The coin is real. It can be done.

(Update: Mr. Diehl has left a comment here at MR saying reiterating his stance on the legality and accounting treatment of the coin.

 

 

 

Comments

  1. Bob Salsa says:

    This is amazing. I sure hope Krugman picks this up (since he reads this blog) and uses his megaphone to inform the world. This could have the Congressional GOP shaking in their boots!

  2. Clonal Antibody says:

    Mike,

    I have also linked to and posted the comment in toto at Joe’ blog at Daily Kos — Have to bring the career Progressives on board!
    Trillion Dollar Coin: Posts on Legality and Constitutionality

  3. I got an email in the middle night from Cullen suggesting I check the comments. This is what I was thinking as I read it…
    http://www.youtube.com/watch?v=Jow5aO8mp3E

  4. Doubtless the Mint chief is referring to the Coin Act of 1792 when he’s citing for 200+ years of Constitutional authority. Funny thing is, that self-same act was also the first statute mandating the death penalty:

    Sec. 19. And be it further enacted, That if any of the gold or silver coins which shall be struck or coined at the said mint shall be debased or made worse as to the proportion of fine gold or fine silver therein contained, or shall be of less weight or value than the same ought to be pursuant to the directions of this act, through the default or with the connivance of any of the officers or persons who shall be employed at the said mint, for the purpose of profit or gain, or otherwise with a fraudulent intent, and if any of the said officers or persons shall embezzle any of the metals which shall at any time be committed to their charge for the purpose of being coined, or any of the coins which shall be struck or coined at the said mint, every such officer or person who shall commit any or either of the said offences, shall be deemed guilty of felony, and shall suffer death.

    It dovetails nicely with the Constitution itself:
    No State shall enter into any Treaty, Alliance, or Confederation; grant Letters of Marque and Reprisal; coin Money; emit Bills of Credit; make any Thing but gold and silver Coin a Tender in Payment of Debts; pass any Bill of Attainder, ex post facto Law, or Law impairing the Obligation of Contracts, or grant any Title of Nobility.
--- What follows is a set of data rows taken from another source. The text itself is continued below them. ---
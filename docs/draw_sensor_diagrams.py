"""Draw the angle-convention diagrams of docs/sensors.md.

Run from the repository root:

    python docs/draw_sensor_diagrams.py

writes docs/img/sensor-<kind>.png for every sensor kind. The drawings are
schematic (not to scale) and use only matplotlib.
"""

from __future__ import annotations

from pathlib import Path

import matplotlib

matplotlib.use("Agg")
import matplotlib.pyplot as plt  # noqa: E402
import numpy as np  # noqa: E402
from matplotlib.patches import Arc, FancyArrowPatch, Polygon, Rectangle  # noqa: E402

OUT = Path(__file__).resolve().parent / "img"
SENSOR = "#c0392b"
GROUND = "#1f618d"
NOTE = "#555555"


def _arrow(ax, p, q, color="k", lw=1.5, style="-|>", ls="-"):
    ax.add_patch(FancyArrowPatch(p, q, arrowstyle=style, mutation_scale=12, color=color, lw=lw,
                                 linestyle=ls))


def _angle(ax, centre, r, a0, a1, label, color="k", offset=1.25):
    """Arc from math angle a0 to a1 [deg] with a label."""
    lo, hi = min(a0, a1), max(a0, a1)
    ax.add_patch(Arc(centre, 2 * r, 2 * r, theta1=lo, theta2=hi, color=color, lw=1.2))
    mid = np.radians((lo + hi) / 2)
    ax.text(centre[0] + offset * r * np.cos(mid), centre[1] + offset * r * np.sin(mid), label,
            ha="center", va="center", color=color, fontsize=10)


def _water(ax, x0, x1, y=0.0):
    ax.fill_between([x0, x1], [y - 0.5, y - 0.5], [y, y], color="#d6eaf8", zorder=0)
    ax.plot([x0, x1], [y, y], color=GROUND, lw=1.5)


def _finish(fig, axes, name, title):
    for ax in np.atleast_1d(axes):
        ax.set_aspect("equal")
        ax.axis("off")
    fig.suptitle(title, fontsize=12)
    fig.tight_layout()
    OUT.mkdir(parents=True, exist_ok=True)
    fig.savefig(OUT / f"sensor-{name}.png", dpi=110)
    plt.close(fig)


def _plan_azimuth(ax, az_deg, label="view azimuth", gamma=None):
    """Top view: true north up, azimuth clockwise to the sensor."""
    ax.set_title("top view", fontsize=10)
    o = (0.0, 0.0)
    _arrow(ax, o, (0, 2.2), color="k")
    ax.text(0, 2.4, "true north", ha="center", fontsize=9)
    if gamma is not None:
        g = np.radians(gamma)
        _arrow(ax, o, (2.0 * np.sin(g), 2.0 * np.cos(g)), color=NOTE, ls="--")
        ax.text(2.2 * np.sin(g) + 0.15, 2.1 * np.cos(g), "grid north", fontsize=9, color=NOTE)
        _angle(ax, o, 1.5, 90 - gamma, 90, "γ", color=NOTE, offset=1.15)
    a = np.radians(az_deg)
    _arrow(ax, o, (2.0 * np.sin(a), 2.0 * np.cos(a)), color=SENSOR, lw=2)
    ax.text(2.2 * np.sin(a), 2.2 * np.cos(a) - 0.3, "to sensor", color=SENSOR, fontsize=9,
            ha="center")
    _angle(ax, o, 0.8, 90 - az_deg, 90, f"{label}\n(clockwise)", color=SENSOR, offset=1.9)
    ax.plot(*o, "o", color=GROUND)
    ax.text(0.1, -0.35, "ground point", fontsize=9, color=GROUND)
    ax.set_xlim(-2.6, 2.8)
    ax.set_ylim(-2.6, 2.8)


def _side_zenith(ax, vz_deg, dist=2.8):
    ax.set_title("side view", fontsize=10)
    _water(ax, -1.0, 3.5)
    p = (0.0, 0.0)
    _arrow(ax, p, (0, 2.6), color="k", ls="--")
    ax.text(-0.1, 2.75, "ellipsoid normal (up)", fontsize=9, ha="center")
    a = np.radians(vz_deg)
    s = (dist * np.sin(a), dist * np.cos(a))
    _arrow(ax, p, s, color=SENSOR, lw=2)
    ax.add_patch(Rectangle((s[0] - 0.12, s[1] - 0.08), 0.24, 0.16, color=SENSOR))
    ax.text(s[0] + 0.2, s[1], "sensor", color=SENSOR, fontsize=9)
    _angle(ax, p, 0.9, 90 - vz_deg, 90, "view\nzenith", color=SENSOR, offset=1.45)
    ax.plot(*p, "o", color=GROUND)
    ax.set_xlim(-1.2, 3.6)
    ax.set_ylim(-0.6, 3.1)


def fixed_direction():
    fig, ax = plt.subplots(1, 2, figsize=(9, 4.2))
    _side_zenith(ax[0], 35.0)
    _plan_azimuth(ax[1], 60.0, gamma=-15.0)
    ax[1].text(-2.5, -2.5, "azimuth_reference = \"grid\":\ntrue = (grid + γ) mod 360",
               fontsize=9, color=NOTE)
    _finish(fig, ax, "fixed-direction", "fixed-direction: one view direction for every pixel")


def nadir_point():
    fig, ax = plt.subplots(figsize=(8, 4.2))
    _water(ax, -4, 4)
    s = (0.0, 3.0)
    ax.add_patch(Rectangle((s[0] - 0.15, s[1] - 0.1), 0.3, 0.2, color=SENSOR))
    ax.text(0.25, 3.05, "sensor (lon, lat, altitude)", color=SENSOR, fontsize=9)
    ax.plot([0, 0], [0, 3], color=NOTE, ls=":")
    ax.text(0.1, 1.4, "altitude", color=NOTE, fontsize=9, rotation=90)
    for x in (-2.5, 2.5):
        _arrow(ax, (x, 0), (x * 0.08, 2.9), color=SENSOR)
        ax.plot([x, x], [0, 1.5], color="k", ls="--", lw=1)
        ax.plot(x, 0, "o", color=GROUND)
        vz = np.degrees(np.arctan(abs(x) / 3.0))
        if x < 0:
            _angle(ax, (x, 0), 0.8, 90 - vz, 90, "vz", color=SENSOR, offset=1.35)
        else:
            _angle(ax, (x, 0), 0.8, 90, 90 + vz, "vz", color=SENSOR, offset=1.35)
    ax.text(-3.9, -0.4, "symmetric points: equal view zenith, view azimuths 180° apart",
            fontsize=9, color=NOTE)
    ax.set_xlim(-4, 4)
    ax.set_ylim(-0.6, 3.6)
    _finish(fig, ax, "nadir-point", "nadir-point: a sensor at one position above the water")


def angle_rasters():
    fig, ax = plt.subplots(figsize=(7, 4.5))
    for i in range(6):
        for j in range(8):
            ax.add_patch(Rectangle((j, -i), 1, 1, fill=False, color=NOTE, lw=0.8))
    ax.plot(3.5, -1.5, "s", color=SENSOR)
    ax.plot(3.3, -1.2, "x", color=GROUND, ms=9)
    ax.text(8.2, 0.6, "scene grid = angle rasters\n(same CRS, transform, shape)", fontsize=9)
    ax.text(8.2, -1.7, "× requested point\n■ nearest pixel used", fontsize=9)
    ax.text(0, -5.8, "band 1: view zenith [°]   band 2: view azimuth [°]\n"
            "azimuth_reference: \"true-north\" (default) or \"grid\"", fontsize=9)
    ax.set_xlim(-0.2, 12.5)
    ax.set_ylim(-6.2, 1.4)
    _finish(fig, ax, "angle-rasters", "angle-rasters: view angles per pixel, read from rasters")


def angle_grid():
    fig, ax = plt.subplots(figsize=(7.5, 5))
    # scene grid outline (projected), node grid rotated (another CRS)
    ax.add_patch(Rectangle((1, 1), 6, 4, fill=False, color=GROUND, lw=1.5))
    ax.text(1.05, 5.15, "scene grid (e.g. UTM)", color=GROUND, fontsize=9)
    t = np.radians(8)
    rot = np.array([[np.cos(t), -np.sin(t)], [np.sin(t), np.cos(t)]])
    nodes = np.array([[x, y] for x in np.arange(0.7, 7.8, 1.4) for y in np.arange(0.8, 5.6, 1.2)])
    pts = nodes @ rot.T + [0.4, -0.5]
    ax.plot(pts[:, 0], pts[:, 1], "o", color=SENSOR, ms=5)
    ext = np.array([[0.7, 0.8], [6.3, 0.8], [6.3, 4.4], [0.7, 4.4]])
    ax.add_patch(Polygon(ext @ rot.T + [0.4, -0.5], fill=False, color=SENSOR, ls="-"))
    big = np.array([[-0.7, -0.4], [7.7, -0.4], [7.7, 5.6], [-0.7, 5.6]])
    ax.add_patch(Polygon(big @ rot.T + [0.4, -0.5], fill=False, color=SENSOR, ls=":"))
    ax.text(7.9, 5.9, "nodes (own CRS, e.g. lon/lat)", color=SENSOR, fontsize=9)
    ax.text(7.9, 5.3, "solid: node extent (bilinear)", color=SENSOR, fontsize=9)
    ax.text(7.9, 4.7, "dotted: + one node spacing\n(linear extrapolation);\nbeyond: NaN",
            color=SENSOR, fontsize=9)
    ax.text(-0.5, -1.3, "zenith: bilinear; azimuth: atan2(bilinear sin, bilinear cos), "
            "no jump at 0/360", fontsize=9)
    ax.set_xlim(-1, 12.5)
    ax.set_ylim(-1.6, 6.6)
    _finish(fig, ax, "angle-grid", "angle-grid: coarse view-angle grid, interpolated")


def push_broom():
    fig, ax = plt.subplots(1, 2, figsize=(10, 4.8))
    a = ax[0]
    a.set_title("top view", fontsize=10)
    a.plot([0.5, -0.5], [4, -4], color=SENSOR, lw=2)
    _arrow(a, (0.2, 1.6), (-0.1, -0.8), color=SENSOR, lw=2)
    a.text(-1.6, -4.3, "ground track (heading at scene centre)", color=SENSOR, fontsize=9)
    a.add_patch(Rectangle((0.8, -2), 3.5, 4, fill=False, color=GROUND))
    a.text(2.55, 0.1, "+", ha="center", va="center", fontsize=12, color=GROUND)
    a.text(2.6, 0.35, "scene centre, t_c", fontsize=8, color=GROUND)
    p = (3.4, 1.3)
    a.plot(*p, "o", color=GROUND)
    foot = (0.0 + 0.5 * 1.3 / 4 * 0.25 - 0.16, 1.3)
    a.plot([foot[0], p[0]], [p[1], p[1]], color=NOTE, ls="--")
    a.plot(*foot, "s", color=SENSOR)
    a.text(-2.6, 1.5, "satellite abeam\nat t = t_c + s / v", fontsize=8, color=SENSOR)
    a.annotate("", xy=(0.9, 1.3), xytext=(0.9, 0.0),
               arrowprops=dict(arrowstyle="<->", color=NOTE))
    a.text(1.0, 0.55, "s", color=NOTE, fontsize=10)
    a.set_xlim(-3, 5)
    a.set_ylim(-4.6, 4.4)
    b = ax[1]
    b.set_title("across-track plane (zero-Doppler)", fontsize=10)
    th = np.linspace(np.radians(60), np.radians(120), 100)
    R = 6.0
    b.plot(R * np.cos(th), R * np.sin(th) - R, color=GROUND, lw=1.5)
    sat = (0.0, 3.0)
    b.add_patch(Rectangle((sat[0] - 0.15, sat[1] - 0.1), 0.3, 0.2, color=SENSOR))
    b.text(0.25, 3.1, "satellite at altitude h", color=SENSOR, fontsize=9)
    b.plot([0, 0], [0, 3], color=NOTE, ls=":")
    lam = np.radians(18)
    gp = (R * np.sin(lam), R * np.cos(lam) - R)
    b.plot(*gp, "o", color=GROUND)
    b.plot([sat[0], gp[0]], [sat[1], gp[1]], color=SENSOR)
    n = (np.sin(lam), np.cos(lam))
    b.plot([gp[0], gp[0] + 2.2 * n[0]], [gp[1], gp[1] + 2.2 * n[1]], "k--", lw=1)
    vz = np.degrees(np.arctan2(sat[0] - gp[0], sat[1] - gp[1]))
    _angle(b, gp, 0.8, 90 - np.degrees(lam), 90 - vz, "vz", color=SENSOR, offset=1.4)
    eta = np.degrees(np.arctan2(gp[0], sat[1] - gp[1]))
    _angle(b, sat, 0.9, -90, -90 + eta, "η", color=SENSOR, offset=1.3)
    b.text(-2.8, -1.5, "sin vz = (R + h)/R · sin η\n"
           "tilt > 0: looks right of the motion", fontsize=9, color=NOTE)
    b.set_xlim(-3, 3.5)
    b.set_ylim(-1.9, 3.6)
    _finish(fig, ax, "push-broom", "push-broom: satellite imaging line by line")


def line_scanner():
    fig, ax = plt.subplots(1, 2, figsize=(10, 4.5))
    a = ax[0]
    a.set_title("top view", fontsize=10)
    a.add_patch(Rectangle((-1.5, 0), 3, 6, color="#fdebd0"))
    _arrow(a, (0, 0), (0, 6), color=SENSOR, lw=2)
    a.text(0.1, -0.4, "start (t0)", fontsize=9, color=SENSOR)
    a.text(0.1, 6.1, "end", fontsize=9, color=SENSOR)
    a.plot(1.0, 3.5, "o", color=GROUND)
    a.plot([0, 1.0], [3.5, 3.5], color=NOTE, ls="--")
    a.plot(0, 3.5, "s", color=SENSOR)
    a.text(-2.9, 3.2, "foot: t = t0 + s / v", fontsize=9, color=SENSOR)
    a.text(1.7, 1.0, "swath:\nscan angle\n≤ half-angle", fontsize=9, color=NOTE)
    a.plot(2.3, 6.6, "x", color=NOTE)
    a.text(1.6, 7.0, "beyond the end: NaN", fontsize=8, color=NOTE)
    a.set_xlim(-3, 4)
    a.set_ylim(-0.8, 7.5)
    b = ax[1]
    b.set_title("across-track view", fontsize=10)
    _water(b, -3, 3)
    s = (0, 3)
    b.add_patch(Rectangle((-0.15, 2.9), 0.3, 0.2, color=SENSOR))
    half = np.radians(40)
    for sgn in (-1, 1):
        b.plot([0, sgn * 3 * np.tan(half)], [3, 0], color=NOTE, ls=":")
    b.plot([0, 0], [0, 3], color=NOTE, ls="--")
    gp = (1.3, 0)
    b.plot([0, gp[0]], [3, 0], color=SENSOR)
    b.plot(*gp, "o", color=GROUND)
    sc = np.degrees(np.arctan(1.3 / 3))
    _angle(b, s, 1.0, -90, -90 + sc, "scan\nangle", color=SENSOR, offset=1.6)
    b.text(-2.9, 3.3, "altitude above the water", fontsize=9, color=NOTE)
    b.set_xlim(-3, 3)
    b.set_ylim(-0.6, 3.8)
    _finish(fig, ax, "line-scanner", "line-scanner: airborne across-track scanner")


def frame_camera():
    fig, ax = plt.subplots(1, 3, figsize=(12, 4.3))
    a = ax[0]
    a.set_title("side view: pitch", fontsize=10)
    _water(a, -0.5, 4.5)
    c = (0.0, 2.5)
    a.add_patch(Rectangle((c[0] - 0.2, c[1] - 0.12), 0.4, 0.24, color=SENSOR))
    a.plot([0, 3], [2.5, 2.5], "k--", lw=1)
    a.text(3.05, 2.55, "horizontal (pitch 0)", fontsize=8)
    p = np.radians(-40)
    _arrow(a, c, (c[0] + 2.4 * np.cos(p), c[1] + 2.4 * np.sin(p)), color=SENSOR, lw=2)
    a.text(1.9, 0.75, "optical axis", color=SENSOR, fontsize=8)
    _arrow(a, c, (0, 0.3), color=NOTE, ls=":")
    a.text(0.1, 0.9, "pitch -90\n(nadir)", fontsize=8, color=NOTE)
    _angle(a, c, 1.0, -40, 0, "pitch\n< 0", color=SENSOR, offset=1.5)
    a.set_xlim(-0.6, 4.5)
    a.set_ylim(-0.6, 3.2)
    b = ax[1]
    b.set_title("top view: heading", fontsize=10)
    _arrow(b, (0, 0), (0, 2), color="k")
    b.text(0, 2.2, "true north", ha="center", fontsize=9)
    h = np.radians(50)
    _arrow(b, (0, 0), (2 * np.sin(h), 2 * np.cos(h)), color=SENSOR, lw=2)
    b.text(1.7, 1.0, "heading:\ndirection the camera\nfaces (for nadir: the\ntop of the image)",
           fontsize=8, color=SENSOR)
    _angle(b, (0, 0), 0.8, 40, 90, "", color=SENSOR)
    b.set_xlim(-1, 3.8)
    b.set_ylim(-0.6, 2.6)
    c3 = ax[2]
    c3.set_title("image axes and roll", fontsize=10)
    c3.add_patch(Rectangle((0, 0), 4, 3, fill=False, color="k"))
    _arrow(c3, (0, 3), (1.2, 3), color=GROUND)
    c3.text(1.25, 3.1, "col (x)", fontsize=9, color=GROUND)
    _arrow(c3, (0, 3), (0, 1.9), color=GROUND)
    c3.text(-0.7, 1.8, "row (y)", fontsize=9, color=GROUND)
    c3.plot(2, 1.5, "+", color=SENSOR, ms=10)
    c3.text(2.1, 1.6, "principal point\n(cols/2, rows/2)", fontsize=8, color=SENSOR)
    c3.add_patch(Arc((2, 1.5), 2.6, 2.6, theta1=-30, theta2=10, color=SENSOR))
    c3.text(3.0, 0.35, "roll > 0: right\nedge goes down", fontsize=8, color=SENSOR)
    c3.text(0, -0.6, "order: heading, then pitch, then roll", fontsize=8, color=NOTE)
    c3.set_xlim(-0.9, 4.6)
    c3.set_ylim(-0.9, 3.5)
    _finish(fig, ax, "frame-camera", "frame-camera: camera position, attitude and image axes")


def fixed_camera():
    fig, ax = plt.subplots(figsize=(9, 4.2))
    th = np.linspace(np.radians(70), np.radians(110), 200)
    R = 12.0
    ax.plot(R * np.cos(th), R * np.sin(th) - R, color=GROUND, lw=1.5)
    c = (-3.0, R * np.sin(np.arccos(-3 / R)) - R + 0.9)
    ax.add_patch(Rectangle((c[0] - 0.15, c[1] - 0.1), 0.3, 0.2, color=SENSOR))
    ax.text(c[0] - 1.0, c[1] + 0.3, "camera at height h", color=SENSOR, fontsize=9)
    # tangent ray to the horizon
    r0 = np.hypot(c[0], c[1] + R)
    ang_c = np.arctan2(c[1] + R, c[0])
    ang_t = ang_c - np.arccos(R / r0)
    tp = (R * np.cos(ang_t), R * np.sin(ang_t) - R)
    ax.plot([c[0], tp[0] + 1.5 * (tp[0] - c[0]) / 3], [c[1], tp[1] + 1.5 * (tp[1] - c[1]) / 3],
            color=SENSOR, ls="--")
    ax.plot(*tp, "o", color=GROUND)
    ax.text(tp[0] - 0.6, tp[1] + 0.35, "horizon ≈ √(2Rh) away", fontsize=9, color=GROUND)
    hx = -1.2
    ax.plot([c[0], hx], [c[1], np.sqrt(R * R - hx * hx) - R], color=SENSOR)
    ax.plot(hx, np.sqrt(R * R - hx * hx) - R, "o", color=SENSOR, ms=4)
    ax.plot([c[0], 5.5], [c[1], c[1] + 0.3], color=NOTE, ls=":")
    ax.text(5.6, c[1] + 0.3, "rays above the horizon:\nno water, pixel NaN", fontsize=9,
            color=NOTE)
    ax.text(-5.5, -2.2, "rays meet the WGS 84 ellipsoid (curved water);\n"
            "ground points beyond the horizon are not seen", fontsize=9, color=NOTE)
    ax.set_xlim(-6, 9)
    ax.set_ylim(-2.6, 2.0)
    _finish(fig, ax, "fixed-camera", "fixed-camera: oblique camera over curved water")


def main() -> None:
    for draw in (fixed_direction, nadir_point, angle_rasters, angle_grid, push_broom,
                 line_scanner, frame_camera, fixed_camera):
        draw()
    print(f"wrote {len(list(OUT.glob('sensor-*.png')))} diagrams to {OUT}")


if __name__ == "__main__":
    main()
    Note that this was placed as a limitation on States, since the existence of a Central US Bank in the first instance was deemed of questionable Constitutionality in the era. There’s a reason that everyone tosses about a “platinum” coin, it’s because it’s a loophole that violates the spirit of the law, one that never intended for the federal government to emit unlimited bills of credit or coin in the first place. The Founders were very cognizant of the hyperinflation of Continental dollars, and placing monetary control in the hands of government. When silver and gold are your coin, any private citizen can own a mint, and this itself is a limitation on central government’s ability to counterfeit money.
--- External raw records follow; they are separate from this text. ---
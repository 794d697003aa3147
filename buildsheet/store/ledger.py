"""The element record store: elements, analyzer measurements, trims and print history (SQLite).

One durable record per element, kept beside the spec (``<spec stem>.records.sqlite``). The store
uses the standard library's sqlite3 with a versioned schema (``PRAGMA user_version`` and the
``MIGRATIONS`` list), foreign keys on, WAL journal, and a busy timeout so that concurrent
writers wait for each other instead of failing. Every write is one ``BEGIN IMMEDIATE``
transaction. Nothing is ever deleted (triggers refuse DELETE): elements dropped from the spec are
archived. Lengths are metres, frequencies hertz, times ISO 8601 text passed in by the caller.

Pure helpers (no I/O): :func:`trim_advice`, :func:`current_leg_m`, :func:`nearest_ids`.
Export and import live in :mod:`buildsheet.store.exchange` (re-exported here).
"""

from __future__ import annotations

import difflib
import json
import math
import sqlite3
from collections.abc import Iterable, Iterator, Mapping, Sequence
from contextlib import contextmanager
from dataclasses import dataclass, replace
from datetime import datetime
from pathlib import Path
from typing import Any, Literal, Self

from buildsheet.errors import RecordError

Status = Literal["active", "archived"]
Leg = Literal["A", "B", "both"]
PrintKind = Literal["sheet", "label"]
LEGS: tuple[str, ...] = ("A", "B", "both")
PRINT_KINDS: tuple[str, ...] = ("sheet", "label")

#: How long a writer waits for another writer's lock before giving up, milliseconds.
BUSY_TIMEOUT_MS = 30_000
#: A dip this far outside the band edges (fraction of the edge) is refused as a probable unit
#: slip or wrong element. An element cut 3-5 % long dips a few % below the band (common practice).
DIP_WINDOW_FRACTION = 0.15
#: Within this fraction of the design frequency the advice is "leave it" (0.1 %: 7 kHz at 7 MHz).
ON_FREQUENCY_FRACTION = 0.001
#: Trim in steps of this part of the computed amount, staying long (common practice).
STEP_FRACTION = 0.5
#: Legs differing by more than this get an "even up the legs" reminder, metres.
LEG_MISMATCH_M = 0.005

# Schema migrations: (version, statements). Append only; never edit a released migration.
_NO_DELETE = ("CREATE TRIGGER {t}_keep BEFORE DELETE ON {t} BEGIN "
              "SELECT RAISE(ABORT, 'records are never deleted; archive instead'); END")
_CHILD_TABLES = ("measurements", "trims", "prints")
MIGRATIONS: tuple[tuple[int, tuple[str, ...]], ...] = (
    (1, (
        ("CREATE TABLE elements (id TEXT PRIMARY KEY, kit TEXT NOT NULL, design TEXT NOT NULL, "
        " element_key TEXT NOT NULL,"
        " design_frequency_hz REAL NOT NULL CHECK (design_frequency_hz > 0),"
        " band_low_hz REAL NOT NULL CHECK (band_low_hz > 0),"
        " band_high_hz REAL NOT NULL CHECK (band_high_hz >= band_low_hz),"
        " predicted_leg_m REAL NOT NULL CHECK (predicted_leg_m > 0),"
        " cut_leg_m REAL NOT NULL CHECK (cut_leg_m > 0), slope_m_per_hz REAL NOT NULL,"
        " partners TEXT NOT NULL DEFAULT '[]', spec_revision INTEGER NOT NULL,"
        " status TEXT NOT NULL CHECK (status IN ('active', 'archived')),"
        " created TEXT NOT NULL, updated TEXT NOT NULL)"),
        ("CREATE TABLE measurements (id INTEGER PRIMARY KEY,"
        " element_id TEXT NOT NULL REFERENCES elements(id), time TEXT NOT NULL,"
        " dip_hz REAL NOT NULL CHECK (dip_hz > 0), swr REAL CHECK (swr IS NULL OR swr >= 1),"
        " note TEXT NOT NULL DEFAULT '')"),
        ("CREATE TABLE trims (id INTEGER PRIMARY KEY,"
        " element_id TEXT NOT NULL REFERENCES elements(id),"
        " leg TEXT NOT NULL CHECK (leg IN ('A', 'B', 'both')), delta_m REAL NOT NULL,"
        " time TEXT NOT NULL, note TEXT NOT NULL DEFAULT '')"),
        ("CREATE TABLE prints (id INTEGER PRIMARY KEY, revision INTEGER NOT NULL,"
        " element_id TEXT NOT NULL REFERENCES elements(id),"
        " kind TEXT NOT NULL CHECK (kind IN ('sheet', 'label')), hash TEXT NOT NULL,"
        " file TEXT NOT NULL DEFAULT '', time TEXT NOT NULL)"),
        *(f"CREATE INDEX {t}_element ON {t} (element_id)" for t in _CHILD_TABLES),
        *(_NO_DELETE.format(t=t) for t in ("elements", *_CHILD_TABLES)),
    )),
    (2, (  # site calibrations per design (issue 7); ``data`` is the calibration as JSON
        ("CREATE TABLE calibrations (id INTEGER PRIMARY KEY, design TEXT NOT NULL,"
         " fingerprint TEXT NOT NULL, data TEXT NOT NULL, sources TEXT NOT NULL DEFAULT '[]',"
         " created TEXT NOT NULL)"),
        "CREATE INDEX calibrations_design ON calibrations (design, fingerprint)",
        _NO_DELETE.format(t="calibrations"),
    )),
)
SCHEMA_VERSION: int = MIGRATIONS[-1][0]


# --------------------------------------------------------------------------- data


#: File name suffix of a record store: ``club.toml`` keeps its records in ``club.records.sqlite``.
STORE_SUFFIX = ".records.sqlite"


def default_store(spec_path: str | Path) -> Path:
    """The record store beside the spec: ``club.toml`` -> ``club.records.sqlite``."""
    spec = Path(spec_path)
    return spec.with_name(spec.stem + STORE_SUFFIX)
    What all this really goes to is not about what makes pragmatic fiscal sense, but a fundamental check and balance against government devaluing the money of individuals. Inflation, in the end, is fundamentally just another tax, one that the first American citizens were very keenly consciously aware, so much that they found the need to hold a revolution against their own central government for theft by parliamentary action.

  5. I keep hearing about this “spirit of the law” business. What matters is the words on the page, if there’s ambiguity in the law, well, its up to the agency to determine what it means (except in criminal law where ambiguity is construed in favor of the defendant).